Study: Car Traffic As Bad As Second Hand Smoke in Causing Asthma

traffic jam_EQA large new European study released this week found that as much as 14% of chronic children's asthma in the Continent's urban areas could be due to traffic pollution. That would put it on par with the effects of second-hand smoke, linked to anywhere from 4 to 18% of all childhood asthma. 

"Air pollution has previously been seen to trigger symptoms but this is the first time we have estimated the percentage of cases that might not have occurred if Europeans had not been exposed to road traffic pollution," lead author Dr. Laura Perez, at the Swiss Tropical and Public Health Institute, said in a press release. "In light of all the existing epidemiological studies showing that road-traffic contributes to the onset of the disease in children, we must consider these results to improve policy making and urban planning."

Although the idea of getting cars off the road as a benefit of mass transit isn't new, this study and others that have been published recently flesh out a new public health concern about the immediate impacts of such reductions in the neighborhoods adjacent to highways. Often these neighborhoods are already low and moderate income, and/or minority-majority with higher-than-average asthma rates already institutionalized because of lack to access to care, poverty or other factors. Highway plannning has yet to take this kind of localized impact into account, especially in Texas and DFW, where regional highway builders are still salivating to build the Trinity Toll Road straight through the middle of Dallas or criss-cross Ft. Worth neighborhoods with the new "Chisholm Freeway."

Asthma affects one in 12 people, or 8 percent of the U.S. population, according to 2009 data from the Centers for Disease Control and Prevention. The number has increased since 2001, when one in 14 people were affected.

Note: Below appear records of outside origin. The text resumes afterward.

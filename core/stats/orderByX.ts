import { sortedOrder } from './argsort';
import { sharedFloat64 } from '../sharedMemory';

/** Orders already computed, by the array they order: data arrays are not changed once read. */
const orders = new WeakMap<Float64Array, Int32Array>();

/**
 * Row indices sorted by x (ties by row index), by the stable argsort `sortedOrder`, which
 * gives x in that order too (kept for xInOrder); O(n) the first time for an array, then the
 * same order again (preparing the data, the resampling's strata and the residual checks all
 * ask for it). The caller must not change the returned order, nor x afterwards.
 */
export function orderByX(x: Float64Array): Int32Array {
  let order = orders.get(x);
  if (!order) {
    const both = sortedOrder(x);
    order = both.order;
    orders.set(x, order);
    inOrder.set(x, both.sorted);
  }
  return order;
}

/**
 * Records `order` as the x order of `x`, computed elsewhere (a worker thread receives both
 * from the thread that sorted them). `order` must be orderByX of the same values.
 */
export function knownOrder(x: Float64Array, order: Int32Array): void {
  if (order.length !== x.length) throw new Error(`an order of ${order.length} rows for ${x.length} values`);
  orders.set(x, order);
}

/** x gathered in orderByX order, by the array it came from (read-only for every caller). */
const inOrder = new WeakMap<Float64Array, Float64Array>();

/**
 * The values of x in the order of orderByX(x): x[order[0]], x[order[1]], ... (-0 kept as
 * it is). Gathered once per array and then shared: the residual checks and the lack-of-fit
 * test read the same values. O(n) the first time (one n-word array kept while x lives).
 * The caller must not change the result. Example: xInOrder(Float64Array.of(3, 1, 2)) -> [1, 2, 3].
 */
export function xInOrder(x: Float64Array): Float64Array {
  let sorted = inOrder.get(x);
  if (!sorted) {
    const order = orderByX(x);
    // Sorting x gives its values in order too; an order recorded by knownOrder needs the gather.
    const sortedThen = inOrder.get(x);
    if (sortedThen) return sortedThen;
    // In shared memory, as the sort's own copy is (core/stats/argsort.ts).
    sorted = sharedFloat64(x.length);
    for (let k = 0; k < x.length; k++) sorted[k] = x[order[k] as number] as number;
    inOrder.set(x, sorted);
  }
  return sorted;
}

/** True when `order` is the order orderByX(x) returned or knownOrder recorded for x: already checked. */
export function isOrderOf(x: Float64Array, order: Int32Array): boolean {
  return orders.get(x) === order;
}

/**
 * A sorted copy of x, the same values in the same places as Float64Array.from(x).sort()
 * (ascending, -0 before +0, NaN last), from the shared order in O(n) instead of a
 * comparison sort. Example: sortedCopy(Float64Array.of(0, -0, -1)) -> [-1, -0, 0].
 */
export function sortedCopy(x: Float64Array): Float64Array {
  const out = Float64Array.from(xInOrder(x));
  // The order ties -0 with +0 (by row index); the typed-array sort puts every -0 first.
  for (let k = 0; k < out.length;) {
    if (out[k] !== 0) {
      k++;
      continue;
    }
    let end = k;
    let negative = 0;
    while (end < out.length && out[end] === 0) if (Object.is(out[end++], -0)) negative++;
    for (let j = k; j < end; j++) out[j] = j < k + negative ? -0 : 0;
    k = end;
  }
  return out;
}
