import { FitError } from '../errors';

/** A diagonal entry of R below this fraction of its column's norm means rank deficiency. */
const RANK_TOLERANCE = 1e-10;

/**
 * QR factorisation X = QR accumulated one row at a time with Givens rotations, carrying
 * Q'y along, so that least-squares problems over DesignRows need O(p^2) memory and
 * O(n p^2) time and no n x p matrix (Golub & Van Loan, "Matrix Computations", 4th ed.
 * (2013), section 5.1.8; row-wise updating as in Gentleman (1973), "Least squares
 * computations by Givens transformations without square roots", J. Inst. Maths Applics 12).
 * Orthogonal rotations do not square the condition number, unlike the normal equations.
 *
 * After all rows: `r` holds the upper-triangular R (row-major p x p), `qty` the first p
 * entries of Q'y (so the fitted sum of squares is |qty|^2) and `residualSS` the residual
 * sum of squares of y.
 * Example: rows (1,0), (1,1), (1,2) with y = 1, 3, 5 give residualSS = 0.
 */
export class GivensQR {
  readonly p: number;
  readonly r: Float64Array;
  readonly qty: Float64Array;
  residualSS = 0;
  private readonly z: Float64Array;
  private readonly columnSS: Float64Array;

  constructor(p: number) {
    this.p = p;
    this.r = new Float64Array(p * p);
    this.qty = new Float64Array(p);
    this.z = new Float64Array(p);
    this.columnSS = new Float64Array(p);
  }

  /** Rotates one row (x, y) into the factorisation. `x` is not modified. O(p^2). */
  addRow(x: Float64Array, y: number): void {
    const { p, r, qty, z } = this;
    for (let j = 0; j < p; j++) {
      const v = x[j] as number;
      z[j] = v;
      this.columnSS[j] = (this.columnSS[j] as number) + v * v;
    }
    let yy = y;
    for (let j = 0; j < p; j++) {
      const zj = z[j] as number;
      if (zj === 0) continue;
      const rjj = r[j * p + j] as number;
      const h = Math.sqrt(rjj * rjj + zj * zj);
      const c = rjj / h;
      const s = zj / h;
      for (let k = j; k < p; k++) {
        const rk = r[j * p + k] as number;
        const zk = z[k] as number;
        r[j * p + k] = c * rk + s * zk;
        z[k] = c * zk - s * rk;
      }
      const qj = qty[j] as number;
      qty[j] = c * qj + s * yy;
      yy = c * yy - s * qj;
    }
    this.residualSS += yy * yy;
  }

  /** Throws FitError when some column is (numerically) a combination of the others. */
  checkRank(): void {
    const { p, r } = this;
    for (let j = 0; j < p; j++) {
      const norm = Math.sqrt(this.columnSS[j] as number);
      if (!(Math.abs(r[j * p + j] as number) > RANK_TOLERANCE * norm) || norm === 0) {
        throw new FitError(`the design is rank deficient: column ${j + 1} of ${p} is (nearly) a combination of the columns before it`);
      }
    }
  }

  /** Solves R' out = v (forward substitution), e.g. out = R^-T x_i for the rows of Q. O(p^2). */
  solveTransposed(v: Float64Array, out: Float64Array): void {
    const { p, r } = this;
    for (let j = 0; j < p; j++) {
      let s = v[j] as number;
      for (let k = 0; k < j; k++) s -= (r[k * p + j] as number) * (out[k] as number);
      out[j] = s / (r[j * p + j] as number);
    }
  }
}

Traffic Pollution Linked to Autism

Along with a higher risk of asthma, children who are born and live their first year closer to major freeways also suffer a significantly elevated risk of autism. That's the conclusion of a new study by the Keck School of Medicine of the University of Southern California in Los Angeles.

"Compared to 245 California children who were not autistic, the researchers found that 279 autistic children were almost twice as likely to have been exposed to the highest levels of pollution while in the womb, and about three times as likely to have been exposed to that level during their first year of life.

They found that children exposed to the highest amount of "particulate matter' – a mixture of acids, metals, soil and dust – had about a two-fold increase in autism risk. That type of regional pollution is tracked by the Environmental Protection Agency.

Volk and her colleagues also saw a similar link between autism and nitrogen dioxide, which is in car, truck and other vehicle emissions.

'This is a risk factor that we can modify and potentially reduce the risk for autism,' wrote Dawson in an email to Reuters Health."

It's been estimated by the Centers for Disease Control that autism affects one in every 88 children born in the United States.

A new federal Particulate Matter standard is under consideration by the EPA and could be announced this year. It's been linked to other neurological diseases such as Parkinson's and Alzheimers.